Talamancan yellow-shouldered bat
- Conservation status: Least Concern (IUCN 3.1)

Scientific classification
- Kingdom: Animalia
- Phylum: Chordata
- Class: Mammalia
- Order: Chiroptera
- Family: Phyllostomidae
- Genus: Sturnira
- Species: S. mordax
- Binomial name: Sturnira mordax Goodwin, 1938

= Talamancan yellow-shouldered bat =

- Genus: Sturnira
- Species: mordax
- Authority: Goodwin, 1938
- Conservation status: LC

Species of bat

The Talamancan yellow-shouldered bat (Sturnira mordax) is a species of bat in the family Phyllostomidae. It is found only in Costa Rica and Panama, and there are no subspecies.

==Description==
The bat is relatively small, with adults measuring only 6 cm in head-body length, and weighing between 20 and 28 g. Males are larger than females. It is very similar in appearance to the closely related highland yellow-shouldered bat, but with a more uniform dark colour, a longer, narrower, head, and larger canine teeth. The forearm has a thick coating of fur for about a third of its length, whereas there is only sparse hair on the hind feet. Other distinctive features include a notch at the tip of the tragus, and the presence of two points on each of the upper middle incisors. It has a relatively simple nose-leaf, and short, pointed ears, and does not have a tail.

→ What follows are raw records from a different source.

"""Atmosphere scenario presets and the scenario loader."""

import math
import tomllib

import numpy as np
import pytest

from snrkit.atmosphere.scenarios import (load_scenario, list_scenarios, preset_names,
                                         Scenario)
from snrkit.errors import InputError, UnknownKeyError
from snrkit.io.tables import data_path

REQUIRED = {"h2-clear-solar", "h2-cloudy-solar", "h2-metal-rich", "steam", "n2-o2-temperate",
            "n2-co2-ch4-anoxic", "co2-thick", "flat"}


def test_presets_present_and_described():
    names = set(preset_names())
    assert REQUIRED <= names
    listed = list_scenarios()
    assert [d["name"] for d in listed] == sorted(names)
    assert all(d["description"] for d in listed)


@pytest.mark.parametrize("name", sorted(REQUIRED) + ["h2-warm-solar"])
def test_every_preset_loads_with_provenance(name):
    sc = load_scenario(name)
    assert sc.name == name
    assert math.isclose(sum(sc.mixing_ratios.values()), 1.0, rel_tol=1e-9)
    assert sc.reference_pressure_Pa > 0
    doc = tomllib.loads(data_path("scenarios", f"{name}.toml").read_text())
    for key in ("source", "method", "units", "date", "script"):
        assert doc["provenance"][key]


def test_solar_hydrogen_preset_against_asplund_2009():
    # Asplund et al. 2009 (ARA&A 47, 481, Table 1; value from memory): log eps(He) = 10.93,
    # C 8.43, O 8.69.  With all H in H2: He/H2 = 2 * 10**(10.93-12) = 0.170;
    # CO/H2 = 2 * 10**(8.43-12); H2O/H2 = 2 * (10**(8.69-12) - 10**(8.43-12)) (hot rules).
    sc = load_scenario("h2-clear-solar")
    x = sc.mixing_ratios
    assert x["He"] / x["H2"] == pytest.approx(2 * 10 ** (10.93 - 12), rel=5e-3)
    assert x["CO"] / x["H2"] == pytest.approx(2 * 10 ** (8.43 - 12), rel=5e-3)
    assert x["H2O"] / x["H2"] == pytest.approx(2 * (10 ** (8.69 - 12) - 10 ** (8.43 - 12)),
                                               rel=5e-3)
    # mean molecular weight of a solar H2/He gas is about 2.3 g/mol (e.g. Kempton et al. 2018)
    assert sc.mean_molecular_weight == pytest.approx(2.33, abs=0.02)
    # metal-rich: 100x solar metals raise mu well above solar
    assert load_scenario("h2-metal-rich").mean_molecular_weight > 3.5
    assert load_scenario("h2-cloudy-solar").cloud_top_pressure_Pa == pytest.approx(100.0)


def test_terrestrial_presets_mean_molecular_weight():
    # U.S. Standard Atmosphere 1976: dry air 28.9644 g/mol; 0.3 % water lowers it slightly
    mu = load_scenario("n2-o2-temperate").mean_molecular_weight
    assert 28.85 < mu < 28.97
    assert load_scenario("co2-thick").mean_molecular_weight == pytest.approx(
        0.965 * 44.009 + 0.035 * 28.014, abs=0.05)
    assert load_scenario("steam").mean_molecular_weight == pytest.approx(
        0.99 * 18.015 + 0.01 * 44.009, abs=1e-3)
    assert load_scenario("flat").featureless
    assert load_scenario("flat").feature_scale_heights == 0.0


def test_user_table_and_base_override(tmp_path):
    sc = load_scenario({"mixing_ratios": {"CO2": 0.95}, "fill_gas": "N2",
                        "reference_pressure": "2 bar", "cloud_top_pressure": "100 Pa",
                        "temperature": 400})
    assert sc.name == "custom"
    assert sc.reference_pressure_Pa == pytest.approx(2e5)
    assert sc.cloud_top_pressure_Pa == pytest.approx(100.0)
    np.testing.assert_allclose(sc.temperature([100.0, 1000.0]), [400.0, 400.0])
    base = load_scenario({"scenario": "h2-clear-solar", "cloud_top_pressure": 1e-4,
                          "temperature_factor": 0.8})
    assert base.name == "h2-clear-solar (modified)"
    assert base.mixing_ratios == load_scenario("h2-clear-solar").mixing_ratios
    np.testing.assert_allclose(base.temperature(1000.0), [800.0])
    # a modified preset no longer claims the preset's band amplitude
    assert load_scenario("h2-clear-solar").feature_scale_heights > 1
    assert base.feature_scale_heights is None
    fixed = load_scenario({"scenario": "h2-clear-solar", "temperature": "650 K"})
    np.testing.assert_allclose(fixed.temperature([100.0, 2000.0]), [650.0, 650.0])
    # a separate TOML file, with a relative base of its own
    (tmp_path / "mine.toml").write_text(
        'name = "mine"\ndescription = "test"\nscenario = "h2-warm-solar"\n'
        'temperature_profile = "grey-two-stream"\ninternal_temperature = 150\n')
    (tmp_path / "child.toml").write_text('scenario = "mine.toml"\nhaze_enhancement = 10\n')
    sc = load_scenario(tmp_path / "child.toml")
    assert sc.temperature_profile == "grey-two-stream"
    assert sc.internal_temperature_K == 150.0
    assert sc.haze_enhancement == 10.0
    assert load_scenario(sc) is sc
    assert isinstance(sc, Scenario)


def test_system_file_atmosphere_table_is_a_scenario():
    # the [planet.atmosphere] table of a system file is read by load_scenario, so an
    # unknown key there is reported with the scenario keys' closest match
    from snrkit.io.systemfile import read_system_text
    text = ('[star]\neffective_temperature = 3300\nradius = 0.3\nmass = 0.3\n'
            '[[planet]]\nname = "x"\nradius = 1.5\nperiod = 5\n'
            '[planet.atmosphere]\nscenario = "steam"\ncloud_top_presure = 0.01\n')
    with pytest.raises(UnknownKeyError, match="cloud_top_pressure"):
        read_system_text(text)
    ok = read_system_text(text.replace("presure", "pressure"))
    assert ok.mean_molecular_weight[0] == pytest.approx(load_scenario("steam").mean_molecular_weight)
    demo = tomllib.loads(data_path("demo", "cedar.toml").read_text())
    for planet in demo["planet"]:
        if "atmosphere" in planet:
            sc = load_scenario(planet["atmosphere"])
            assert sc.mean_molecular_weight > 20


@pytest.mark.parametrize("spec,exc,match", [
    ({"mixing_ratio": {"H2O": 1.0}}, UnknownKeyError, "did you mean 'mixing_ratios'"),
    ({"mixing_ratios": {"H2Q": 0.1}, "fill_gas": "N2"}, InputError, "H2Q.*did you mean"),
    ({"mixing_ratios": {"H2O": 1.5}}, InputError, r"\[0, 1\]"),
    ({"mixing_ratios": {"H2O": 0.7, "CO2": 0.6}}, InputError, "at most 1"),
    ({"mixing_ratios": {"H2O": 0.7}}, InputError, "fill gas"),
    ({"mixing_ratios": {"H2O": 1.0}, "reference_pressure": 0}, InputError, "reference_pressure"),
    ({"mixing_ratios": {"H2O": 1.0}, "cloud_top_pressure": "-1 bar"}, InputError, "cloud_top"),
    ({"mixing_ratios": {"H2O": 1.0}, "cloud_top_pressure": 2, "surface_pressure": 1},
     InputError, "below the surface"),
    ({"mixing_ratios": {"H2O": 1.0}, "reference_pressure": "1 m"}, InputError, "bar"),
    ({"mixing_ratios": {"H2O": 1.0}, "temperature_profile": "isotherm"}, InputError,
     "did you mean 'isothermal'"),
    ({"mixing_ratios": {"H2O": 1.0}, "temperature": 300, "temperature_factor": 1.0},
     InputError, "not both"),
    ({"mixing_ratios": {"H2O": 1.0}, "featureless": "yes"}, InputError, "true or false"),
    ({"scenario": "h2-clear-solr"}, InputError, "did you mean 'h2-clear-solar'"),
    ({}, InputError, "mixing_ratios"),
    ("no-such-preset", InputError, "preset name"),
    (42, InputError, "preset name"),
])
def test_bad_scenarios(spec, exc, match):
    with pytest.raises(exc, match=match):
        load_scenario(spec)


def test_rule_needs_equilibrium_temperature():
    with pytest.raises(InputError, match="equilibrium"):
        load_scenario("h2-clear-solar").temperature(np.nan)


def test_bad_toml_file(tmp_path):
    p = tmp_path / "broken.toml"
    p.write_text("mixing_ratios = {")
    with pytest.raises(InputError, match="valid TOML"):
        load_scenario(p)


def test_preset_files_match_their_script():
    # data_tables/scripts/make_scenario_presets.py regenerates the shipped files
    import importlib.util
    spec = importlib.util.spec_from_file_location(
        "make_scenario_presets", data_path("scripts", "make_scenario_presets.py"))
    if spec is None:   # installed wheel without the scripts folder
        pytest.skip("scripts not shipped")
    mod = importlib.util.module_from_spec(spec)
    spec.loader.exec_module(mod)
    for p in mod.presets():
        sc = load_scenario(p["name"])
        for k, v in p["mixing_ratios"].items():
            assert sc.mixing_ratios[k] == pytest.approx(v, rel=1e-3)
        assert sc.fill_gas == p["fill_gas"]
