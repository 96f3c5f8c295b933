"""Significance and stacking checked against scipy.stats, analytic limits and Monte Carlo."""

import numpy as np
import pytest
from hypothesis import given, strategies as st
from scipy import stats

from snrkit.stats import stacker
from snrkit.stats import search
from snrkit.stats import likelihood
from snrkit.stats import probability
from snrkit.errors import InputError

WL = np.linspace(0.6, 5.0, 40)


def feature(amp=100.0, centre=4.3, width=0.15):
    return amp * np.exp(-0.5 * ((WL - centre) / width) ** 2)


def test_wilks_one_dof_is_sqrt_delta_chi2():
    # Wilks 1938; Cowan et al. 2011, Eur. Phys. J. C 71, 1554, eq. 29: Z = sqrt(q) for 1 dof.
    q = np.array([0.0, 1.0, 4.0, 25.0, 400.0, 1e5])
    np.testing.assert_allclose(probability.significance_from_delta_chi2(q, 1), np.sqrt(q), rtol=1e-12)


def test_goodness_of_fit_p_values_against_scipy_chi2():
    # A goodness-of-fit chi^2 with nu dof: Z is the one-sided Gaussian equivalent of
    # the p-value scipy.stats.chi2.sf (p >= 1/2 is Z = 0, never a fraction of a sigma).
    for nu in (2, 10, 39, 150):
        x = np.array([0.5 * nu, nu, 2 * nu, 4 * nu + 30])
        p = stats.chi2.sf(x, nu)
        z = probability.significance_from_delta_chi2(x, nu)
        np.testing.assert_allclose(np.where(p < 0.5, stats.norm.sf(z), 0.5), np.minimum(p, 0.5),
                                   rtol=1e-8)
        assert np.all(z[p >= 0.5] == 0.0)


def test_far_tail_is_continuous():
    # The asymptotic tail (Abramowitz & Stegun 6.5.32) joins scipy's logsf where both exist.
    x = np.linspace(1200.0, 1390.0, 20)
    ref = stats.chi2.logsf(x, 20)
    ours = probability._chi2_logsf(x, 20.0)
    np.testing.assert_allclose(ours, ref, rtol=1e-6)
    big = probability.significance_from_delta_chi2(np.array([3000.0, 6000.0]), 20)
    assert np.all(np.isfinite(big)) and big[1] > big[0] > 30


def test_critical_value_round_trip():
    for nu in (1, 5, 30):
        crit = probability.critical_delta_chi2(5.0, nu)
        assert probability.significance_from_delta_chi2(crit, nu) == pytest.approx(5.0, rel=1e-8)


def test_detection_probability_against_scipy_ncx2():
    # Goodness of fit: scipy.stats.ncx2, P(chi'^2(nu, lambda) > crit), crit at the
    # one-sided tail Phi(-Z).
    for nu, lam in ((12, 80.0), (39, 150.0)):
        crit = stats.chi2.isf(stats.norm.sf(3.0), nu)
        assert probability.detection_probability(lam, 3.0, nu) == pytest.approx(stats.ncx2.sf(crit, nu, lam))
    # One-sided q0 (Cowan et al. 2011, Eur. Phys. J. C 71, 1554, Sec. 3.5): the fitted
    # amplitude is Gaussian, P = Phi(sqrt(l) - Z).  The two-sided noncentral chi^2 with
    # 1 dof adds the wrong-sign tail Phi(-sqrt(l) - Z): check the relation with scipy.
    for lam, z in ((20.0, 4.0), (30.0, 3.0), (1.0, 2.0)):
        one = probability.detection_probability(lam, z, 1)
        two = stats.ncx2.sf(z ** 2, 1, lam)
        assert one == pytest.approx(two - stats.norm.cdf(-np.sqrt(lam) - z), rel=1e-9)
        assert one == pytest.approx(stats.norm.cdf(np.sqrt(lam) - z), rel=1e-12)


def test_noncentrality_for_probability_inverts():
    # chndtrinc (goodness of fit) and the closed form (1 dof) invert the probabilities;
    # the goodness-of-fit value against scipy.stats.ncx2 by root finding.
    from scipy.optimize import brentq
    for p in (0.1, 0.5, 0.9):
        for nu in (1, 7):
            lam = probability.noncentrality_for_probability(p, 5.0, nu)
            assert probability.detection_probability(lam, 5.0, nu) == pytest.approx(p, abs=1e-8)
        crit = stats.chi2.isf(stats.norm.sf(5.0), 7)
        ref = brentq(lambda x: stats.ncx2.sf(crit, 7, x) - p, 1e-6, 1e4, xtol=1e-12)
        assert float(probability.noncentrality_for_probability(p, 5.0, 7)) == pytest.approx(ref, rel=1e-7)
    # 1 dof at P = 1/2 is exactly Z^2: the median of q0 is the Asimov value.
    assert float(probability.noncentrality_for_probability(0.5, 5.0, 1)) == pytest.approx(25.0, rel=1e-12)


def test_profiled_offset_matches_mean_subtraction():
    # Profiling a constant offset with equal weights = chi^2 about the mean.
    r = feature()
    got = likelihood.profiled_delta_chi2(r, 30.0)
    assert got == pytest.approx(np.sum((r - r.mean()) ** 2) / 30.0 ** 2, rel=1e-12)
    # A constant difference is absorbed entirely by the offset.
    assert likelihood.profiled_delta_chi2(np.full(40, 55.0), 10.0) == pytest.approx(0.0, abs=1e-9)
    # A template identical to the residual absorbs it.
    assert likelihood.profiled_delta_chi2(r, 10.0, templates=r[:, None]) == pytest.approx(0.0, abs=1e-9)


def test_white_noise_stacking_follows_sqrt_n():
    res = stacker.stack_transits(feature(), np.zeros_like(WL), 80.0, sigma=5.0, n_max=500)
    z = res["curve_significance"]
    n = res["curve_transits"]
    np.testing.assert_allclose(z, z[0] * np.sqrt(n), rtol=1e-10)
    # transits needed: smallest N with Z >= 5
    n_need = int(np.ceil(25.0 / res["delta_chi2_per_transit"]))
    assert int(res["transits_needed"]) == n_need
    assert res["limiting_term"] == "white noise"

Little is known of the bat's biology, although it is believed to breed throughout the year.

==Distribution and habitat==
First described by George Goodwin in 1938, the Talamancan yellow-shouldered bat was initially known only from Costa Rica. In the 1980s, it was also discovered to inhabit Panama, but reports that it is also found in Colombia and Ecuador have since been disputed.

It inhabits damp tropical forests at elevations of up to 3000 m, where it feeds on fruits such as those of Cecropia, Anthurium, Centropogon, and Musa. Although formerly also found at lower elevations, recent changes in the local climate mean that it is now uncommon below about 1250 m.